ConExpo: What’s the outlook for the US construction equipment market?

North America’s biggest construction trade show ConExpo-ConAgg 2023 gets underway this week (14-18 March), with 1,800 exhibitors showing off their products in Las Vegas.

ConExpo-Con/Agg ConExpo-Con/Agg 2023 starts on 14 March 2023.

The show was one of the last major industry events to take place before the Covid-19 lockdowns put a prolonged halt to in-person gatherings.

A lot has happened since then, not least the continued fallout from the pandemic and the war in Ukraine.

That has precipitated a change the economic landscape in the US.

So where does the US construction equipment market stand now, as Conexpo-ConAgg kicks off once again?

Record 2022 gives way to ‘mild recession’

The show comes off the back of a record year in 2022, in terms of the number of machines sold in North America, according to Off-Highway Research’s managing director Chris Sleight.

Interest rates fell following the arrival of the coronavirus pandemic, sparking an explosion in residential building.

“There was a lot more household income around because there was good job and wage support, even though a lot of people got fired. All that spare money not being spent on holidays or services encouraged people to extend their existing properties or to move to bigger places. What that did in terms of construction equipment is really grow the sales of these smaller equipment types,” explains Sleight.

That resulted in a spike in the sort of compact equipment needed for residential construction work. Mini excavator sales enjoyed a boost, and there was a large increase in the number of compact tracked loader sales too, although these came at the expense of skid steer loader sales to an extent.

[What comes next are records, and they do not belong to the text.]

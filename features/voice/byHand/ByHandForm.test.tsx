import { act, fireEvent, render, screen, waitFor } from "@testing-library/react";
import { ByHandForm } from "./ByHandForm";
import { letGoOfByHandDraft } from "./useByHandDraft";

const type = (id: string, text: string) => fireEvent.change(screen.getByTestId(id), { target: { value: text } });
const valueOf = (id: string) => (screen.getByTestId(id) as HTMLInputElement).value;
const send = () => act(async () => fireEvent.submit(screen.getByRole("form")));

function open(onKeep = jest.fn(), voice: Parameters<typeof ByHandForm>[0]["voice"] = null) {
  render(<ByHandForm place="new" voice={voice} busy={false} refusal={null} onKeep={onKeep} />);
  return onKeep;
}

beforeEach(() => sessionStorage.clear());

it("tells each fault at its field, keeps what was typed, and keeps nothing", async () => {
  const onKeep = open();
  type("by-hand-lowest", "X4");
  type("by-hand-highest", "G");
  await send();
  expect(screen.getByText(/There is no X4/)).toBeTruthy();
  expect(screen.getByText(/Which G/)).toBeTruthy();
  expect(valueOf("by-hand-lowest")).toBe("X4");
  expect(screen.getByTestId("by-hand-lowest").getAttribute("aria-invalid")).toBe("true");
  expect(onKeep).not.toHaveBeenCalled();
});

it("keeps the notes once they can be read", async () => {
  const onKeep = open();
  type("by-hand-lowest", "X4");
  await send();
  type("by-hand-lowest", "F3");
  type("by-hand-highest", "C5");
  await waitFor(() => expect(screen.queryByText(/There is no X4/)).toBeNull());
  await send();
  expect(onKeep).toHaveBeenCalledWith({ range: { lowMidi: 53, highMidi: 72 }, comfort: { lowMidi: 55, highMidi: 69 } });
});

it("fills the chosen field by a tap on the ladder and moves a note by a semitone", async () => {
  open();
  await act(async () => fireEvent.click(screen.getByRole("button", { name: "G3" })));
  expect(valueOf("by-hand-lowest")).toBe("G3");
  // The next tap is for the highest note; back to the lowest.
  await act(async () => fireEvent.click(screen.getByRole("radio", { name: "Lowest" })));
  await act(async () => fireEvent.click(screen.getByRole("button", { name: "Lowest note: a semitone higher" })));
  expect(valueOf("by-hand-lowest")).toBe("Ab3");
  await act(async () => fireEvent.click(screen.getByRole("radio", { name: "Highest" })));
  await act(async () => fireEvent.click(screen.getByRole("button", { name: "D5" })));
  expect(valueOf("by-hand-highest")).toBe("D5");
});

it("two taps on the ladder are a voice", async () => {
  const onKeep = open();
  await act(async () => fireEvent.click(screen.getByRole("button", { name: "F3" })));
  await act(async () => fireEvent.click(screen.getByRole("button", { name: "C5" })));
  expect([valueOf("by-hand-lowest"), valueOf("by-hand-highest")]).toEqual(["F3", "C5"]);
  await send();
  expect(onKeep).toHaveBeenCalledWith({ range: { lowMidi: 53, highMidi: 72 }, comfort: { lowMidi: 55, highMidi: 69 } });
});

it("begins with the notes that the voice has", () => {
  open(jest.fn(), { range: { lowMidi: 53.2, highMidi: 71.8 }, comfort: { lowMidi: 55, highMidi: 69 } });
  expect(["lowest", "highest", "comfortLow", "comfortTop"].map((name) => valueOf(`by-hand-${name}`))).toEqual([
    "F3",
    "C5",
    "G3",
    "A4",
  ]);
});

it("brings back what was typed and not kept after a reload, also where it is wrong, until one starts afresh", async () => {
  const first = render(<ByHandForm place="new" voice={null} busy={false} refusal={null} onKeep={jest.fn()} />);
  expect(screen.queryByTestId("by-hand-restored")).toBeNull();
  type("by-hand-lowest", "F3");
  type("by-hand-highest", "X4");
  first.unmount();
  open();
  expect(["lowest", "highest"].map((name) => valueOf(`by-hand-${name}`))).toEqual(["F3", "X4"]);
  expect(screen.getByTestId("by-hand-restored").textContent).toContain("did not keep");
  await act(async () => fireEvent.click(screen.getByTestId("by-hand-afresh")));
  expect(["lowest", "highest"].map((name) => valueOf(`by-hand-${name}`))).toEqual(["", ""]);
  expect(screen.queryByTestId("by-hand-restored")).toBeNull();
});

it("shows another voice's own notes and not what was typed for this one", () => {
  const first = render(<ByHandForm place="new" voice={null} busy={false} refusal={null} onKeep={jest.fn()} />);
  type("by-hand-lowest", "F3");
  first.unmount();
  const voice = { range: { lowMidi: 50, highMidi: 70 }, comfort: { lowMidi: 52, highMidi: 67 } };
  render(<ByHandForm place="other" voice={voice} busy={false} refusal={null} onKeep={jest.fn()} />);
  expect(valueOf("by-hand-lowest")).toBe("D3");
  expect(screen.queryByTestId("by-hand-restored")).toBeNull();
});

it("has nothing to bring back once the notes were kept", async () => {
  const first = render(<ByHandForm place="new" voice={null} busy={false} refusal={null} onKeep={jest.fn()} />);
  type("by-hand-lowest", "F3");
  letGoOfByHandDraft("new");
  first.unmount();
  open();
  expect(valueOf("by-hand-lowest")).toBe("");
});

But by the middle of 2022, as interest rates started to rise again amid high inflation, residential construction started to cool. The number of building permits started to flatten off and as a result, Sleight expects to see a “mild recession” in the US in general in 2023. That means a slowdown, if not a fall, in the sale of compact machines in 2023 and 2024, which is expected to drag overall market volume by number of units down.

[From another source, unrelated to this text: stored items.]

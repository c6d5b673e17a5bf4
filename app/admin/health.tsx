import { AdminOnly } from "@/features/account/admin/AdminOnly";
import { HealthPage } from "@/features/account/admin/HealthPage";
import { Screen } from "@/features/ui/Screen";

export default function HealthRoute() {
  return (
    <Screen title="Health" crumb={{ label: "Account", href: "/account" }} wide>
      <AdminOnly here="health">
        <HealthPage />
      </AdminOnly>
    </Screen>
  );
}
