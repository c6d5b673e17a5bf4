import { View } from "react-native";
import { http } from "@/features/api/httpClient";
import { Button } from "@/features/ui/Button";
import { Notice } from "@/features/ui/Notice";
import { Text } from "@/features/ui/Text";
import { colors } from "@/features/ui/theme";
import type { Invite } from "@/shared/contract/studio/invite";
import { dayOf } from "../dayWords";
import { useStudioChange } from "../studioQueries";

const rank: Record<Invite["state"], number> = { open: 0, expired: 1, accepted: 2, revoked: 3 };

interface InviteRowsProps {
  studioId: string;
  invites: readonly Invite[];
  /** those who are to teach are invited by the owner only */
  owner: boolean;
  now: Date;
}

/** Those who were invited: open invitations first, each can be sent again or taken back. */
export function InviteRows({ studioId, invites, owner, now }: InviteRowsProps) {
  const shown = [...invites].sort((a, b) => rank[a.state] - rank[b.state] || b.sentAt.localeCompare(a.sentAt));
  if (shown.length === 0)
    return (
      <Text tone="soft" testID="no-invites">
        Nobody yet.
      </Text>
    );
  return (
    <View role="list" testID="invites">
      {shown.map((invite) => (
        <View
          key={invite.id}
          role="listitem"
          style={{ borderTopWidth: 1, borderColor: colors.line, paddingVertical: 8 }}
        >
          <InviteRow studioId={studioId} invite={invite} mayChange={owner || invite.role === "pupil"} now={now} />
        </View>
      ))}
    </View>
  );
}

function stateOf({ state, expiresAt, sentAt, role }: Invite, now: Date): string {
  const as = role === "co-teacher" ? "as teacher, " : "";
  if (state === "open") return `${as}sent ${dayOf(sentAt, now)}, good until ${dayOf(expiresAt, now)}`;
  if (state === "expired") return `${as}not used, ended ${dayOf(expiresAt, now)}`;
  return state === "accepted" ? `${as}joined` : `${as}taken back`;
}

interface InviteRowProps {
  studioId: string;
  invite: Invite;
  mayChange: boolean;
  now: Date;
}

function InviteRow({ studioId, invite, mayChange, now }: InviteRowProps) {
  const path = `/studios/${studioId}/invites/${invite.id}`;
  const again = useStudioChange(() => http.post(`${path}/resend`));
  const revoke = useStudioChange(() => http.delete(path));
  const error = again.error ?? revoke.error;
  return (
    <View style={{ gap: 2 }}>
      <Text variant="strong" style={{ overflowWrap: "anywhere" } as object}>
        {invite.email}
      </Text>
      <Text variant="small" tone={invite.state === "accepted" ? "lagoon" : "soft"}>
        {stateOf(invite, now)}
      </Text>
      {mayChange && (invite.state === "open" || invite.state === "expired") && (
        <View style={{ flexDirection: "row", flexWrap: "wrap", marginLeft: -8, columnGap: 4 }}>
          <Button
            kind="text"
            small
            label={again.isSuccess ? "Sent again" : "Send again"}
            accessibleName={`${again.isSuccess ? "Sent again" : "Send again"}: ${invite.email}`}
            busy={again.isPending}
            onPress={() => again.mutate()}
            testID="resend"
          />
          <Button
            kind="text"
            small
            label="Take back"
            accessibleName={`Take back: ${invite.email}`}
            busy={revoke.isPending}
            onPress={() => revoke.mutate()}
            testID="revoke"
          />
        </View>
      )}
      {error && <Notice kind="error">{error.message}</Notice>}
    </View>
  );
}
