import { useCallback, useSyncExternalStore } from "react";
import type { LiveSound } from "../recorder/liveSound";

/**
 * Follows what is heard: draws again at once when `read` gives another value, and only then. The value must be a plain
 * one (a number, a text), so that it can be compared.
 */
export function useHeard<Value extends string | number>(live: LiveSound, read: (live: LiveSound) => Value): Value {
  const subscribe = useCallback(
    (listener: () => void) => {
      live.listeners.add(listener);
      return () => void live.listeners.delete(listener);
    },
    [live],
  );
  return useSyncExternalStore(subscribe, () => read(live));
}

Increased infrastructure spending

Despite the cooling off in the residential market, money from President Joe Biden’s Infrastructure Investment and Jobs Act (IIJA) is expected to start to reach projects on the ground, two years after the bill was voted through.

A graph showing construction equipment market volume (by units) in North America from 1993 to 2026 Construction equipment market volume (by units) in North America (Source: Off-Highway Research)

Off-Highway Research suggests that as much as $60 billion will be released in the 2023 financial year.

While the money will help, particularly when it comes to the sale of heavy, higher-value machinery, Sleight doesn’t expect it to generate a large spike in orders.

He says, “Our feeling is about the IIJA is that it has a very broad definition of infrastructure and a lot of it is not physical or doesn’t have a construction equipment component to it. The amount of extra work probably totals $50-100 billion over a span of years. The US construction market is $1.8 trillion per year. Obviously, that amount of money spread out over 5-10 years really doesn’t move the needle that much.”

Nonetheless, where the IIJA will help is by providing more certainty on infrastructure spending in the US over a longer timeframe.

Sleight explains, “That gives people certainty to invest in fleets because they know there is funding in place over a 5-10-year horizon, so they can buy a machine which has 5-10-year lifespan, comfortable that there is going to be work for it. So we expect the sales of heavier equipment not necessarily to explode but to certainly be a little bit better.”

Still a housing shortfall

Over the slightly longer term, Sleight also expects US housebuilding to rebound.

“There was a very long period in the early 2010s, following the sub-prime crisis and global financial collapse where US housebuilding was on the floor. That 10-year period where the US wasn’t building enough houses has not really been compensated for even by the spike that we have now seen. There is still a shortfall of 3-6 million houses in the US, so housebuilding will come back,” he says.

That, combined with the effect of the IIJA, should lead to the number of construction equipment units sold in North America increasing again in 2025 and 2026 after the declines of the two preceding years.